# 250 MB of storage to new users of free Hotmail accounts



## mimo2005

*MSN Hotmail Nears Storage Finish Line * 



By Matt Hicks 
November 18, 2004 




As part of an effort begun five months ago, MSN is extending its higher Hotmail storage limits to new customers and is in the final stages of giving additional storage to current customers. 

Microsoft Corp.'s Internet division on Thursday started offering 250 MB of storage to new users of free Hotmail accounts in the United States and eight other countries. New accounts previously received 2MB of storage. 
As for current Hotmail users, the majority has gained the added storage and the rest will be upgraded over the next few weeks, said Brooke Richardson, MSN lead product manager. Hotmail has about 187 million customers worldwide. 

The added storage is the last major piece of an upgrade to Hotmail that MSN began in late June, Richardson said. Other additions announced Thursday were a photo-sharing feature and support for country-code domain names. 

Hotmail is following a storage race among Web-based e-mail providers. Yahoo Inc. earlier this week increased its free mail storage to 250MB after an earlier boost to 100MB. Google Inc. started the trend when it launched its beta of Gmail with a gigabyte of free storage. 

Some Hotmail users, though, have groused about how long it has taken MSN to complete the storage boost. MSN had e-mailed users about the added storage in the summer, but converted paying customers for its premium service first. Premium users receive 2GB of storage. 

As one Hotmail customer said, "My Yahoo account upped my storage within a month.
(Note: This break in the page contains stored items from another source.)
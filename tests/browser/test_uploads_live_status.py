"""The version page's live status in Chromium (issue 10 item 6): a failed evaluation
shows its message as soon as it fails, without a reload; when scoring finishes the page
loads the numbers by itself."""

import uuid

from playwright.sync_api import expect

from evaluation import services as evaluation_services
from evaluation import tasks
from evaluation.models import Evaluation, Scorecard
from releases import services

from ..platform.conftest import detections_for, split_dict, upload
from .conftest import BROWSER_MARKS, shot

pytestmark = BROWSER_MARKS

BAD = '[{"image_id": 999999, "category_id": 1, "bbox": [1, 2, 3, 4], "score": 0.5}]'


def _score(prediction_set):
    for evaluation in Evaluation.objects.filter(
        predictions=prediction_set.predictions, split=prediction_set.split
    ):
        tasks.score.apply(args=[evaluation.pk], task_id=str(uuid.uuid4()), throw=True)


def test_a_failure_shows_at_once_and_the_numbers_load_when_scoring_ends(
    page, live_server, detector, split, split_truth, users, run_tasks, monkeypatch, settings
):
    ring = evaluation_services.load_split(
        name="ring-road", revision=1, truth=upload("ring.json", split_dict(seed=21))
    )
    version = services.create_version(detector, "3.0", users["engineer"])
    with monkeypatch.context() as held:  # the jobs wait until the page is open
        held.setattr("evaluation.services.queueing.dispatch", lambda pk: None)
        good = services.submit_predictions(
            version, split, upload("good.json", detections_for(split_truth)), users["engineer"]
        )
        settings.BENCHBOOK_INLINE_VALIDATION_BYTES = 0  # the worker finds the bad file
        bad = services.submit_predictions(version, ring, upload("bad.json", BAD), users["engineer"])
    page.goto(f"{live_server.url}/versions/{version.pk}/")
    assert page.locator("progress[data-poll]").count() == 4  # 2 splits x coco, voc
    assert page.locator("dl.summary").count() == 0

    _score(bad)
    alert = page.locator("[role=alert]", has_text="image 999999 is not in the split")
    # one per protocol (each row polls on its own, so the second may show a poll later),
    # while the others still wait
    expect(alert).to_have_count(2, timeout=15_000)
    expect(page.locator("progress[data-poll]")).to_have_count(2)
    assert page.locator("dl.summary").count() == 0  # not reloaded yet
    shot(page, "live-status-failed")

    _score(good)
    page.locator("dl.summary").first.wait_for(timeout=20_000)  # the page loaded again
    ap = Scorecard.objects.get(evaluation__predictions=good.predictions, protocol="coco")
    summary = page.locator("dl.summary").first.inner_text()
    assert f"{ap.summary['AP']:.3f}" in summary
    assert page.locator("progress[data-poll]").count() == 0
    assert page.get_by_text("image 999999 is not in the split").count() >= 1  # still shown
    shot(page, "live-status-scored")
Hotmail sent a notice of upgrade months ago and has since only sent notices of how convenient a premium account would be." 

Richardson acknowledged that the storage upgrade for free accounts took longer than MSN anticipated, though the company originally said it would complete the upgrade in the fall. 

"We could have been better at setting expectations with customers about the rollout," Richardson said. "It has been a huge undertaking for us, and we have a huge customer base and a lot of storage to bring online." 

New Hotmail users will get the storage in two steps. They first will receive 25MB of e-mail storage as MSN verifies that the accounts are for legitimate senders of e-mail and not spammers, Richardson said. After 30 days, they will gain the full 250MB of storage. 

The increased storage also comes with an increase in the maximum attachment size to 10MB for free accounts.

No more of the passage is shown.